Beachten Sie, dass Befindlichkeit sehr stark zustandsabhängig ist.

  • BF-S - Befindlichkeits-Skala 2 parallele Formen
  • BBS - Basler Befindlichkeits-Skala keine Normierung, eher Zustandserfassung
  • MDBF - Mehrdimensionaler Befindlichkeitsfragebogen Gesamt- und zwei Parallelformen, Gesamtform ist normiert.

Klinisch relevante Persönlichkeitsmerkmale

Diese sind zumeist so konzipiert, dass deren extreme Ausprägung den Charakter von Beschwerden annehmen kann (sie können als belastend und beeinträchtigend erlebt werden.
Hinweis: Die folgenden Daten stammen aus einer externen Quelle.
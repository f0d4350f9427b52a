"""Whether the eliminated coefficients lie where their priors expect them, in words."""

from __future__ import annotations

from collections.abc import Iterator
from typing import TYPE_CHECKING

import numpy as np
from numpy.typing import NDArray

from inverse.inference.problem.posterior import Member

if TYPE_CHECKING:
    from inverse.inference.inversion import Inversion

__all__ = ["coefficient_warnings"]

Array = NDArray[np.float64]

FAR = 4.0
"""Prior widths from zero beyond which a coefficient is told: one draw of the prior in sixteen thousand lies there."""

_FIELDS = {"P": "dn_dstrain", "Q": "dn_dT", "N": "dn_dN"}


def coefficient_warnings(inversion: Inversion, values: Array) -> list[str]:
    """Warn where the trace wants a coefficient that its prior all but excludes: that bends the other unknowns.

    Parameters
    ----------
    inversion : Inversion
    values : array, shape (unknowns,)
        At the best minimum, public units.

    Returns
    -------
    list of str
        One sentence per coefficient.
    """
    named = inversion.posterior.parameters.named(np.atleast_2d(values))
    return [text for member in inversion.posterior.members for text in _far_out(member, member.local(named))]


def _far_out(member: Member, local: dict[str, Array]) -> Iterator[str]:
    label = f"{member.label}: " if member.label else ""
    mean = member.model.eliminated(local).mean[0]
    for name, size in zip(member.model.layout.names, np.abs(mean), strict=False):
        if size <= FAR:
            continue
        if name == "displacement":
            mend = "check the indices and the stack"
        else:
            group, letter, _ = name.rsplit(".", 2)
            mend = (
                f"give {_FIELDS[letter]} of {group} as a pair of priors that admits it, or check the indices"
            )
        yield (
            f"{label}the coefficient {name} lies {size:.1f} prior widths from zero, which bends the other unknowns; "
            f"{mend}."
        )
  • MMPI-2 - Minnesota Multiphasic Personality Inventory-2 Obwohl man sich gut streiten kann, ob der MMPI ein Persönlichkeitsverfahren ist, wird er in diesem Sinne eingesetzt: für bestimmte Syndrome werden typische Erlebens- und Verhaltensweisen abgefragt. Es sind allerdings auch typische Beschwerden dabei.
  • FPI-R - Freiburger Persönlichkeitsinventar - Revidierte Fassung wird gern eingesetzt um Extremausprägungen der Persönlichkeit im klinischen Kontext zu ermitteln
  • BVND - Berliner Verfahren zur Neurosendiagnostik mehrdimensionales Verfahren mit klinisch orientierten Persönlichkeitseigenarten, liefert ein Persönlichkeitsprofil in 2 unterschiedlichen Ausführlichkeitsstufen

Qualitätsmanagement Psychotherapie

Qualitätskontrolle in der Psychotherapie wird in Zukunft an Bedeutung gewinnen. Es geht dabei vor allem um standardisierte Befundungen und Verlaufskontrollen mit definierten Effektivitätskriterien. Neben einer standardisierten Patientendokumentation werden auch psychometrische Verfahren für die Statusdiagnostik vor einer Therapieaufnahme, zur Therapieverlaufskontrolle und katamnestische Kontrollen eingesetzt

  • für die Erfassung der Ausprägung der spezifischen Symptomatik
  • für die - eher unspezifische - Beschwerdenerfassung
  • für die Erfassung der Persönlichkeit

Es wird angestrebt, über die Normierung der Einzelverfahren hinaus zukünftig auch Empfehlungen für bestimmte Testbatterien zu geben, die spezifisch für die drei Einsatzzwecke und Syndrome normiert sind.